Stored items from a collection
________________
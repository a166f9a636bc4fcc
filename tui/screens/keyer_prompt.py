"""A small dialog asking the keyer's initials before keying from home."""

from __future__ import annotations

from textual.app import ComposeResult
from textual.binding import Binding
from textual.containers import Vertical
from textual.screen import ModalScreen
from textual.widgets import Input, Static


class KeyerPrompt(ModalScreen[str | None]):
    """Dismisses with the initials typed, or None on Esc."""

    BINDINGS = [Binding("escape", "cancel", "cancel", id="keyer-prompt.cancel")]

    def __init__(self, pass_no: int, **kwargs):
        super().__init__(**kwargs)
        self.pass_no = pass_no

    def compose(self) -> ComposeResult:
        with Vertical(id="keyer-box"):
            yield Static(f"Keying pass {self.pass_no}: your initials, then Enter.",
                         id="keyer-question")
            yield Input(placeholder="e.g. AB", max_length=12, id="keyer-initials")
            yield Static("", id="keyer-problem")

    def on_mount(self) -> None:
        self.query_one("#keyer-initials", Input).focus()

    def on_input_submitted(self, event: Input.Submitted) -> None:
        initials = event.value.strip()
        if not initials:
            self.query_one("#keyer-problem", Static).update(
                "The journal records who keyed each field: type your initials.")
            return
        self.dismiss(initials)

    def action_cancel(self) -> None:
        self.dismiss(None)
________________
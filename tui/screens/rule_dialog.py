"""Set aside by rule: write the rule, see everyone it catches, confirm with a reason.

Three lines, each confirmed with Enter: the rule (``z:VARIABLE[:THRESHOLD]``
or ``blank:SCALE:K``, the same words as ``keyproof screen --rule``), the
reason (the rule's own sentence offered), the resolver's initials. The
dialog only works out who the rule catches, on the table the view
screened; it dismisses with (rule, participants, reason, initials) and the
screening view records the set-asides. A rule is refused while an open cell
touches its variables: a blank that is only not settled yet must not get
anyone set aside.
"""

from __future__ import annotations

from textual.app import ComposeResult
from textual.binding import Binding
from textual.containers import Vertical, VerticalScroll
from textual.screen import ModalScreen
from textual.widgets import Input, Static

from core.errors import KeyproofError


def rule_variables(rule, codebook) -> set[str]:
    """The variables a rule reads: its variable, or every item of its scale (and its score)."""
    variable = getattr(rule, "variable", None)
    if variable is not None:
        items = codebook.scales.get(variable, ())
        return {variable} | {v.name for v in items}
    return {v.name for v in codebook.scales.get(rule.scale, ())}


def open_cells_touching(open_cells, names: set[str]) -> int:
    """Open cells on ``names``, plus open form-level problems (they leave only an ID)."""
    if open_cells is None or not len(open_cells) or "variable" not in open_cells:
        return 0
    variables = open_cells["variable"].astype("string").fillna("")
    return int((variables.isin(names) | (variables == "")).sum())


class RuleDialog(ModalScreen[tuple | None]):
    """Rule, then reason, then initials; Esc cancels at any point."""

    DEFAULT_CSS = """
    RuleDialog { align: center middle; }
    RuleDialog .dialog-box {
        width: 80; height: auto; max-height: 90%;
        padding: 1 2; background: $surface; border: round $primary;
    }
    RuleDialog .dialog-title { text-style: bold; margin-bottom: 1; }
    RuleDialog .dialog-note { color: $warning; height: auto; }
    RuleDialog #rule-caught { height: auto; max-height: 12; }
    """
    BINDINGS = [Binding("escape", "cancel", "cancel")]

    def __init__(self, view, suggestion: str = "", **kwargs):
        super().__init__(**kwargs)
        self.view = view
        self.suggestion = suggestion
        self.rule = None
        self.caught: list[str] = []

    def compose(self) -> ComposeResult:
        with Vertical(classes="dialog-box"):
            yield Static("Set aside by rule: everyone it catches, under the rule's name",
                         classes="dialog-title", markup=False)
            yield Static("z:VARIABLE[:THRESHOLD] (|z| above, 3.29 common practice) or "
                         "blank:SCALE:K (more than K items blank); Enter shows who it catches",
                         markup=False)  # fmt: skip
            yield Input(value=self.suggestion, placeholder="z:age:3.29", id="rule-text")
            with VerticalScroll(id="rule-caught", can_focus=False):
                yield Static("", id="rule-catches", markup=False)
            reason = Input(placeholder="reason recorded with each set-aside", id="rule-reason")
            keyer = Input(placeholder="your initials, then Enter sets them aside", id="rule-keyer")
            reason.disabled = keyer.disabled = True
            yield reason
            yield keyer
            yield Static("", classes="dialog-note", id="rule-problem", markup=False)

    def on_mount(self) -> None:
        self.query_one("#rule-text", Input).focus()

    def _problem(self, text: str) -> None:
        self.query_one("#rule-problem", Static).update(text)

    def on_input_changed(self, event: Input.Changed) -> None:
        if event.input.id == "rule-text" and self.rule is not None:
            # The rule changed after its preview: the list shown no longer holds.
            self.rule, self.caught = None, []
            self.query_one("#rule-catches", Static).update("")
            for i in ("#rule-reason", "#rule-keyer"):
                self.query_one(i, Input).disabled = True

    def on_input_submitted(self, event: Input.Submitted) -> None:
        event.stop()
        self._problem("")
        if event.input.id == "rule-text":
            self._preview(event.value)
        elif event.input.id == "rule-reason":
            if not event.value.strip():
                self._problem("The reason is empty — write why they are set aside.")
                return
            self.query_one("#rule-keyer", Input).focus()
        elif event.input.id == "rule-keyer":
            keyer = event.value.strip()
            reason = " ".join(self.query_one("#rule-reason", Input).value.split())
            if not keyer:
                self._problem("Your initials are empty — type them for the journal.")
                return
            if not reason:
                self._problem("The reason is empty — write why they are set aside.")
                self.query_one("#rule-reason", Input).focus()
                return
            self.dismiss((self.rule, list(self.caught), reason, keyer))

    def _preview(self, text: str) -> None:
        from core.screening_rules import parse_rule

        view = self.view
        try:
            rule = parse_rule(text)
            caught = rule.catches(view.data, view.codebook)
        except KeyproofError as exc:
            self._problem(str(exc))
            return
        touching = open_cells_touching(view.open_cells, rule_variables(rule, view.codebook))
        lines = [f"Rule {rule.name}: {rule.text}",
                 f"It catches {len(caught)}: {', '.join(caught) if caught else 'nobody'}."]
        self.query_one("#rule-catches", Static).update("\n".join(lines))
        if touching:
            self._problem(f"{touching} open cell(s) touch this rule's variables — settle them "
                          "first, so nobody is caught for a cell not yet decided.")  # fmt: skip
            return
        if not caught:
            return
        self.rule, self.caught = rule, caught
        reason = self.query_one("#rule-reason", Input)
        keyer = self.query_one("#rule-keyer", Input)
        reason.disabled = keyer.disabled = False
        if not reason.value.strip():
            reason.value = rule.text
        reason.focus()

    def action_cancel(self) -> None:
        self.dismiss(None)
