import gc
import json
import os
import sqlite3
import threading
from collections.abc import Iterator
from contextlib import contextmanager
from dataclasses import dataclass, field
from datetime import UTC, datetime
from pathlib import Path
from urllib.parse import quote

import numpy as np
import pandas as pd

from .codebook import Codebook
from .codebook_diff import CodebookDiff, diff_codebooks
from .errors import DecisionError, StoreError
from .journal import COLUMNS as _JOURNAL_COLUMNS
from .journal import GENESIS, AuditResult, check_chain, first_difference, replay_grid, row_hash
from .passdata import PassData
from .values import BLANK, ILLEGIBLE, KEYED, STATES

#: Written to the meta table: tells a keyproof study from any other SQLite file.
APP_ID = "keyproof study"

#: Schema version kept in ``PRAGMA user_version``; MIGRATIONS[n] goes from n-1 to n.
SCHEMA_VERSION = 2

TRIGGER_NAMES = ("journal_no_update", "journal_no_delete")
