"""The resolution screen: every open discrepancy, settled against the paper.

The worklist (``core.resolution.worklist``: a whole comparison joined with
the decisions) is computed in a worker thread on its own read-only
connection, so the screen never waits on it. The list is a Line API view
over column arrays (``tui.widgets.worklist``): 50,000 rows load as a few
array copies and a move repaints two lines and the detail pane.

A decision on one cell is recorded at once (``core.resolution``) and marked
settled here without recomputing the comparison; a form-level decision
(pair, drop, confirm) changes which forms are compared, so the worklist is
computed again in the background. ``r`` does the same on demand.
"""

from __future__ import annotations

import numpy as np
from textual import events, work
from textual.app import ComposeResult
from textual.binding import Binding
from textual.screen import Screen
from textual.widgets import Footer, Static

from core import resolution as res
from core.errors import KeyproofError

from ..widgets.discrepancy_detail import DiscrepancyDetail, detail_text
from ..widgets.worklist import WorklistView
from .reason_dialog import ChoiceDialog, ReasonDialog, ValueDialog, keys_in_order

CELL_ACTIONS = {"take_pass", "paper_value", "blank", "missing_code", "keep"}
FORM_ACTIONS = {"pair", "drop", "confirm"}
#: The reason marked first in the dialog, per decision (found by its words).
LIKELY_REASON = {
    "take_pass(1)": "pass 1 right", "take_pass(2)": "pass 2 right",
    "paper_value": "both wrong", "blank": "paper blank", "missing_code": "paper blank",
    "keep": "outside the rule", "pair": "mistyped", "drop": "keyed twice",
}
________________
→ **Directions for this task**:
Looking back over the data above, restate word for word the lines that begin at the line with "color: $warning; height: auto;" and end at the line with "by rule: everyone", inclusive.

→ **Output**:
    RuleDialog .dialog-note { color: $warning; height: auto; }
    RuleDialog #rule-caught { height: auto; max-height: 12; }
    """
    BINDINGS = [Binding("escape", "cancel", "cancel")]

    def __init__(self, view, suggestion: str = "", **kwargs):
        super().__init__(**kwargs)
        self.view = view
        self.suggestion = suggestion
        self.rule = None
        self.caught: list[str] = []

    def compose(self) -> ComposeResult:
        with Vertical(classes="dialog-box"):
            yield Static("Set aside by rule: everyone it catches, under the rule's name",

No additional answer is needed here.